Trente-cinq ans après le traité de Rome, l'Europe bascule dans une nouvelle ère...
Le 9 novembre 1989, le Mur de Berlin est tombé et l'Europe centrale est sortie de quatre décennies d'enfermement. Aussitôt, des revendications démocratiques mais aussi nationalistes se sont fait jour un peu partout.
En République fédérale allemande, le chancelier Helmut Kohl proclame que le « rassemblement des Allemands » est en marche. Son ami et allié François Mitterrand fait la moue. Le président français, pétri de souvenirs de la Seconde Guerre mondiale, craint qu'une Allemagne réunifiée renoue avec ses rêves de grandeur et se détourne du projet d'unification de l'Europe.
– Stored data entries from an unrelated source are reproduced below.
Each reader takes a path and returns the data with where it came from, or
raises :class:`FileError` (file, where in it, what is wrong) that the caller
turns into its own one-line error with the key that named the file.  All text
goes through :func:`read_text`: only regular files are read, up to
:data:`MAX_BYTES`, a UTF-8 byte-order mark is dropped, and text that is not
UTF-8 is refused with the offset of the first bad byte.

A :class:`FileCache` remembers what was read, so that a board parsed once
(:mod:`emispec.parameters`) builds any number of variants without touching the
disk again.
"""

from __future__ import annotations

import csv
import hashlib
import io
import os
import stat
import sys
from dataclasses import dataclass, field
from pathlib import Path

import numpy as np

from .errors import InputError
from .units import QuantityError, parse_quantity

if sys.version_info >= (3, 11):
    import tomllib
else:  # pragma: no cover
    import tomli as tomllib

__all__ = [
    "MAX_BYTES",
    "FileError",
    "TouchstoneError",
    "TextFile",
    "ImpedanceData",
    "FileCache",
    "read_text",
    "read_toml",
    "read_two_column_csv",
    "read_touchstone",
    "read_impedance_table",
    "CaptureData",
    "read_capture",
    "ScanData",
    "read_scan",
    "SCAN_UNITS",
    "FREQUENCY_UNITS",
]

#: Largest file emispec reads (board, limit, table, Touchstone) [bytes].
MAX_BYTES = 16 * 1024 * 1024


class FileError(InputError):
    """A file that cannot be used: the file, where in it, and what is wrong."""

    def __init__(self, file: str, where: str, problem: str):
        self.file, self.where, self.problem = file, where, problem
        super().__init__(f"{file}: {where}: {problem}".replace("\n", " "))

    def __reduce__(self):  # raised in a pool worker, it must reach the command line whole
        return type(self), (self.file, self.where, self.problem)


class TouchstoneError(ValueError):
    """A Touchstone or impedance-table file that cannot be used (the message names the file)."""


@dataclass(frozen=True)
class TextFile:
    """A text file's contents, its name and the sha256 of its bytes."""

    text: str
    file: str
    sha256: str


def _kind(mode: int) -> str:
    for test, name in ((stat.S_ISDIR, "a directory"), (stat.S_ISFIFO, "a pipe (FIFO)"),
                       (stat.S_ISCHR, "a character device"), (stat.S_ISBLK, "a block device"),
                       (stat.S_ISSOCK, "a socket")):
        if test(mode):
            return name
    return "not a regular file"


def read_text(path: str | Path, what: str = "file") -> TextFile:
    """Read a regular text file of at most :data:`MAX_BYTES` as UTF-8 (a byte-order mark is dropped).

    Raises
    ------
    FileError
        Missing, unreadable, not a regular file, too large, or not UTF-8.
    """
    path = Path(path)
    file = str(path)
    try:
        info = os.stat(path)
    except OSError as err:
        raise FileError(file, what, f"cannot read the {what} ({err.strerror or err})") from None
    if not stat.S_ISREG(info.st_mode):
        raise FileError(file, what, f"cannot read the {what}: it is {_kind(info.st_mode)}")
    if info.st_size > MAX_BYTES:
        raise FileError(file, what, f"the {what} is {info.st_size / 2**20:.1f} MiB; emispec reads files up to "
                        f"{MAX_BYTES // 2**20} MiB")
    try:
        with open(path, "rb") as handle:
            raw = handle.read(MAX_BYTES + 1)
    except OSError as err:
        raise FileError(file, what, f"cannot read the {what} ({err.strerror or err})") from None
    try:
        text = raw.decode("utf-8")
    except UnicodeDecodeError as err:
        raise FileError(file, what, f"not UTF-8 text (byte 0x{raw[err.start]:02x} at offset {err.start}); "
                        "save it as UTF-8") from None
    return TextFile(text.removeprefix("\ufeff"), file, hashlib.sha256(raw).hexdigest())


def read_toml(path: str | Path, what: str = "file") -> tuple[dict, TextFile]:
    """Parse a TOML file; returns the table and the text it came from."""
    source = read_text(path, what)
    try:
        return tomllib.loads(source.text), source
    except tomllib.TOMLDecodeError as err:
        raise FileError(source.file, "toml", f"not valid TOML: {err}") from None
    except RecursionError:
        raise FileError(source.file, "toml", "not valid TOML: nested too deeply") from None


def read_two_column_csv(path: str | Path, what: str = "limit") -> tuple[np.ndarray, np.ndarray, dict]:
    """Rows ``frequency,level`` (quantities or plain numbers); ``# key: value`` comment lines carry metadata.

    The first row that is not a comment is a header when every cell starts
    with a letter (``frequency,level``); any other row that is not two
    numbers is an error naming its line, so a typo in the first data row
    (``3O MHz``) is never taken for a header.  Returns the frequencies [Hz],
    the levels [dB] and the metadata.
    """
    source = read_text(path, what)
    file = source.file
    meta, freqs, levels = {}, [], []
    first = True
    for lineno, line in enumerate(source.text.splitlines(), start=1):
        if not line.strip():
            continue
        if line.lstrip().startswith("#"):
            name, sep, val = line.lstrip("# ").partition(":")
            if sep:
                meta[name.strip().lower()] = val.strip()
            continue
        cells = [cell.strip() for cell in next(csv.reader([line]))]
        if first and cells and all(cell[:1].isalpha() for cell in cells):
            first = False  # a header row
            continue
        first = False
        if len(cells) != 2:
            raise FileError(file, f"line {lineno}", "expected two columns: frequency, level in dB")
        try:
            freqs.append(parse_quantity(cells[0], "frequency"))
            levels.append(parse_quantity(cells[1], "decibel"))
        except QuantityError as err:
            raise FileError(file, f"line {lineno}", str(err)) from None
    if len(freqs) < 2:
        raise FileError(file, what, "needs at least two (frequency, level) rows")
    return np.array(freqs), np.array(levels), meta


@dataclass(frozen=True)
class ImpedanceData:
    """A part's measured impedance: frequencies [Hz], complex impedances [ohm], and the file."""

    frequency_hz: np.ndarray
    z_ohm: np.ndarray
    origin: str = field(default="", compare=False)

    def __iter__(self):
        return iter((self.frequency_hz, self.z_ohm))


def read_touchstone(path: Path) -> ImpedanceData:
    """Impedance from a one-port reflection (.s1p) or a two-port shunt-through measurement (.s2p).

    Z = Z0 (1 + S11) / (1 - S11) for a one-port; Z = (Z0 / 2) S21 / (1 - S21)
    for a shunt element between two Z0 ports.  Needs scikit-rf
    (``pip install 'emispec[touchstone]'``).
    """
    try:
        import skrf
    except ImportError:
        raise TouchstoneError(
            "reading Touchstone files needs scikit-rf; install it with: pip install 'emispec[touchstone]'"
        ) from None
    try:
        text = read_text(path, "Touchstone file").text
    except FileError as err:
        raise TouchstoneError(f"{path}: {err.problem}") from None
    handle = io.StringIO(text)
    handle.name = Path(path).name  # scikit-rf takes the number of ports from the extension
    try:
        network = skrf.Network(handle)
    except Exception as err:  # noqa: BLE001 - skrf raises many kinds
        raise TouchstoneError(f"cannot read {path} as Touchstone ({err})") from None
    z0 = network.z0[:, 0]
    with np.errstate(divide="ignore", invalid="ignore"):
        if network.nports == 1:
            s11 = network.s[:, 0, 0]
            z = z0 * (1 + s11) / (1 - s11)
        elif network.nports == 2:
            s21 = network.s[:, 1, 0]
            z = 0.5 * z0 * s21 / (1 - s21)
        else:
            raise TouchstoneError(f"{path}: expected a 1-port or a 2-port (shunt-through) file")
    f = np.asarray(network.f, dtype=float)
    bad = ~np.isfinite(z) | (np.abs(z) < 1e-9) | (np.abs(z) > 1e9)
    if bad.any():
        k = int(np.flatnonzero(bad)[0])
        raise TouchstoneError(f"{path}: at {f[k]:g} Hz the part is an ideal open or short (|Z| = {abs(z[k]):.3g} "
                              "ohm); a decoupling part lies between 1 nohm and 1 Gohm")
    return ImpedanceData(f, np.asarray(z, dtype=complex), str(path))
Il demande au chancelier de reconnaître avant toute chose la frontière germano-polonaise de l'Oder-Neisse. Mais le chancelier s'offusque de cette marque de défiance.
Lors du sommet européen de Strasbourg, le 8 décembre 1989, le président français prend enfin acte du caractère inéluctable de la réunification. Il accepte avec les autres participants du sommet que le peuple allemand « recouvre son unité dans la perspective de l'intégration communautaire ». Mais il négocie, en contrepartie, le sacrifice du deutsche Mark sur l'autel de l'union monétaire européenne et met sur la table le projet d'une monnaie européenne. Pour le faire aboutir, il est prêt à beaucoup de concessions, y compris d’accepter une monnaie surévaluée qui risque de fragiliser l'industrie française...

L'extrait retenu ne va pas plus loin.